Allin v. Muller

WALTHALL, Justice.

On October 29, 1929, E. M. Muller and wife, Thelma I. Muller, executed and delivered their certain promissory installment note No. 1, payable to National Bond and Mortgage Corporation, payable in monthly installments of $20.61, beginning on November 29, 1929, and a payment of a like sum on the same day of each and every consecutive month thereafter until and including September 29, 1939, and further providing for the additional amount of $1,145.61 payable on October 29, 1939; said note further stipulating that “said installments shall not bear interest until after maturity but each past due installment shall bear interest at the rate of ten per cent (10%) per annum from the date it becomes due.” The installments were paid when they became due.

On August 10, 1937, defendant F. A. Allin purchased the note. At that time the unpaid principal of the note amounted to $1,554.52, and unpaid interest $126.95. After Allin became the owner of the note, the payors made installment payments when due aggregating the sum of $535.86.

On October 18, 1939, upon demand of Allin, or his agent, Muller and wife paid the sum of $1,219.58, as the last payment due on the note, and paid several days before it became due and payable.

The twenty-seven installments paid amounted to the total sum of $1,755.44 paid by Muller to Allin, whereas the Mullers claimed the amount due was $1,554.52, and which amount paid was $200.92 in excess of the amount claimed to be due on the note, for which excess amount Muller and wife sue to recover.

The case was tried before the court without a jury. The mistake in the payment *235was not discovered until after the return of the cancelled note. The court made and filed no finding's of fact, but in the judgment found all the facts in favor of the Mullers, and so entered judgment. From this judgment the defendant perfected this appeal.
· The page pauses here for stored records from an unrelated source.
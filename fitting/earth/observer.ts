/**
 * The observer of one measure: time, place about the Sun and the Sun's own velocity, to be computed once a measure and kept.
 *
 * A body at heliocentric r(t), light-time τ, is seen from the heliocentric place E along d = r(t − τ) − E(t) − V·τ, V the velocity of the
 * Sun about the barycentre: astrometric places on the axes of the ICRS, without stellar aberration and deflection.
 *
 * Source: Kaplan et al. 1989, Mean and apparent place computations in the new IAU system III, AJ 97, 1197.
 */
import type { Vector } from '../conic/state'
import { ttFromUtc } from '../time/time-scales'
import { earthHeliocentric, sunBarycentricVelocity } from './earth-state'
import type { StationPlace } from './station'
import { stationVector } from './station'

/** Where and when a measure was made. */
export interface ObserverPlace {
  /** JD of TT, d. */
  jdTt: number
  /** Heliocentric place of the station, au, axes of the ICRS. */
  place: Vector
  /** Velocity of the Sun about the barycentre, au/d, axes of the ICRS. */
  sunVelocity: Vector
}

const earth = new Float64Array(6)
const station3 = new Float64Array(3)
const sun = new Float64Array(3)

/**
 * Time, heliocentric place and the Sun's velocity for one measure.
 * @param station parallax constants or a geodetic place; parallax constants of 0 are the Earth's centre.
 * @param jdUtc JD of UTC (before 1972 of UT), d, from 1620.
 * @returns the observer; NaN before 1620.
 * Source: Kaplan et al. 1989, AJ 97, 1197; the parts as earthHeliocentric, stationVector and ttFromUtc.
 */
export function observerHeliocentric(station: StationPlace, jdUtc: number): ObserverPlace {
  const jdTt = ttFromUtc(jdUtc)
  earthHeliocentric(jdTt, earth)
  stationVector(station, jdUtc, jdTt, station3)
  sunBarycentricVelocity(jdTt, sun)
  return {
    jdTt,
    place: [earth[0]! + station3[0]!, earth[1]! + station3[1]!, earth[2]! + station3[2]!],
    sunVelocity: [sun[0]!, sun[1]!, sun[2]!],
  }
}
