/**
 * The Earth about the Sun, and the Sun about the barycentre of the solar system, on the axes of the ICRS.
 *
 * Harmonic series of the simplified planetary solution VSOP2000, turned to the axes of the ICRS. Against the ephemeris DE405 over 1900 to
 * 2100 its authors found the heliocentric Earth within 11.2 km (rms 3.7 km) and 5 mm/s; twice as much by 1800 and 2200, ten times by 1500
 * and 2500. TDB is taken as TT: they differ by at most 1.7 ms, which moves the Earth by 50 m.
 *
 * Source: Moisson & Bretagnon 2001, Analytical planetary solution VSOP2000, Celestial Mechanics and Dynamical Astronomy 80, 205, in the
 * form of eraEpv00 of ERFA 2.0 (see LICENSE-ERFA).
 */
import { DAYS_PER_JULIAN_YEAR, JD_J2000 } from '../time/epochs'
import { EARTH_TERMS } from './epv-earth-terms'
import { SUN_TERMS } from './epv-sun-terms'
import { evaluateSeriesInto, gatherSeries } from './harmonic-series'

/** Julian years between which the series is as good as stated. */
export const EARTH_SERIES_YEARS = { first: 1900, last: 2100 }

const earthSeries = gatherSeries(EARTH_TERMS)
const sunSeries = gatherSeries(SUN_TERMS)

// Turn from the ecliptic axes of the theory to the ICRS: 23° 26′ 21.4091″ about x, then 0.0475″ about z (fitted to DE405).
const XY = 0.000000211284
const XZ = -0.000000091603
const YX = -0.000000230286
const COS_OBLIQUITY = 0.917482137087
const SIN_OBLIQUITY = 0.397776982902

/**
 * Heliocentric state of the Earth's centre.
 * @param jdTt JD of TT, d.
 * @param out receives x, y, z (au) and vx, vy, vz (au/d) on the axes of the ICRS; NaN where jdTt is no finite number.
 * Source: Moisson & Bretagnon 2001, Celestial Mechanics and Dynamical Astronomy 80, 205 (1,323 terms of eraEpv00).
 */
export function earthHeliocentric(jdTt: number, out: Float64Array): void {
  stateOfSeries(earthSeries, jdTt, out)
}

/**
 * State of the Sun about the barycentre of the solar system.
 * @param jdTt JD of TT, d.
 * @param out receives x, y, z (au) and vx, vy, vz (au/d) on the axes of the ICRS; NaN where jdTt is no finite number.
 * Source: Moisson & Bretagnon 2001, Celestial Mechanics and Dynamical Astronomy 80, 205 (628 terms of eraEpv00).
 */
export function sunBarycentric(jdTt: number, out: Float64Array): void {
  stateOfSeries(sunSeries, jdTt, out)
}

const sunState = new Float64Array(6)

/**
 * Velocity of the Sun about the barycentre of the solar system.
 * @param jdTt JD of TT, d.
 * @param out receives vx, vy, vz, au/d, on the axes of the ICRS, at [0] to [2]; NaN where jdTt is no finite number.
 * Source: Moisson & Bretagnon 2001, Celestial Mechanics and Dynamical Astronomy 80, 205 (628 terms of eraEpv00).
 */
export function sunBarycentricVelocity(jdTt: number, out: Float64Array): void {
  sunBarycentric(jdTt, sunState)
  out[0] = sunState[3]!
  out[1] = sunState[4]!
  out[2] = sunState[5]!
}

function stateOfSeries(series: typeof earthSeries, jdTt: number, out: Float64Array): void {
  evaluateSeriesInto(series, (jdTt - JD_J2000) / DAYS_PER_JULIAN_YEAR, out)
  for (let k = 3; k < 6; k++) out[k]! /= DAYS_PER_JULIAN_YEAR
  toIcrs(out, 0)
  toIcrs(out, 3)
}

/** Turns the three components from an index on, in place. */
function toIcrs(vector: Float64Array, from: number): void {
  const x = vector[from]!
  const y = vector[from + 1]!
  const z = vector[from + 2]!
  vector[from] = x + XY * y + XZ * z
  vector[from + 1] = YX * x + COS_OBLIQUITY * y - SIN_OBLIQUITY * z
  vector[from + 2] = SIN_OBLIQUITY * y + COS_OBLIQUITY * z
}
The appellant’s contention is the deed of trust and note are to be construed as a unit and constitute one contract, and that the deed of trust provides for interest on the note at six per cent, as found in the following provision of the deed of trust.

“If any installment of said note is not paid when due, the holder thereof shall, as long as such installment remains unpaid, have the option to declare the entire unpaid principal amount thereof due and payable and foreclose the liens hereby created to secure the payment thereof. In the event of such acceleration the unpaid principal amount of said note shall be determined as follows: (The initial principal of said note shall be considered as $2475.00 and each installment shall be applied first to interest on the unpaid principal at the rate of six per cent (6%) per annum to date of payment and any balance to the principal. Any part of such principal remaining unpaid after said application of the installments paid shall be the principal amount on said note in the event of such acceleration of its maturity.)”

The above provision of the deed of trust merely supplies the formula by which the amount remaining due in case of default and acceleration of payment may be determined. It would not be the total sum represented by the unpaid installments, because to do so would permit the collection of interest the money had not earned.

The provisions of the note and deed of trust are entirely consistent and free from conflict. The deed of trust neither adds to nor takes from the note. The note obligates the makers to pay the total sum of $3,618.81 spread over a period of ten years, and payable in 121 monthly installments. The first 120 installments are for $20.61 each, and the final payment is for $1,145.61.

The deed' of trust recites the facts to he that the original holder, National Bond and Mortgage Corporation, took up and rearranged the balance of $1,833.38 due on a mechanic’s lien and note in an original sum of $2,900, and the balance in the sum of $414.62 due on a vendor’s lien note in an original sum of $682, making a total sum of $2,248 taken up by the original payee, National Bond and Mortgage Corporation. Of the sum of $3,618.81 represented by the note, $2,248 was principal and $1,370.81 was interest.

The above provision of the deed of trust doés not provide for interest on the debt nor fix the rate of interest. As said by Mr. Muller, one of the makers of the note, in his testimony, “the interest was figured in.”

When the defendant, Dr. F. A. Al-lin, purchased the note August 10, 1937, ninety-four of the one hundred and twenty $20.61 payments had been made, or a total of $1,937.34 paid on the note, leaving a balance of $1,681.47. $1,554.52 of the amount remaining unpaid was principal and $126.95 interest. Dr. Allin on his books set up the $1,554.52 principal item as such, and computed interest on it at six per cent from month to month and applied the monthly payments to the interest thus erroneously computed and the balance to the principal. This was his error, as a result of which he collected $1,755.44, whereas there was due him the balance due on the note when he purchased it, $1,681.47, principal and interest. The Mullers regarded the principal of $1,554.52 remaining due on the note when Dr. Allin purchased it as the total sum remaining due, rather than $1,681.47, the amount actually remaining unpaid. This is their error. The overpayment is $73.97, and not $200.92.

The judgment is, therefore, reformed and a recovery ordered of $73.97, with six per cent interest from the date paid to the date of refund.

The costs of the trial court will be taxed against the defendant, Dr. Allin, and the costs of appeal against the plaintiffs, the Mullers.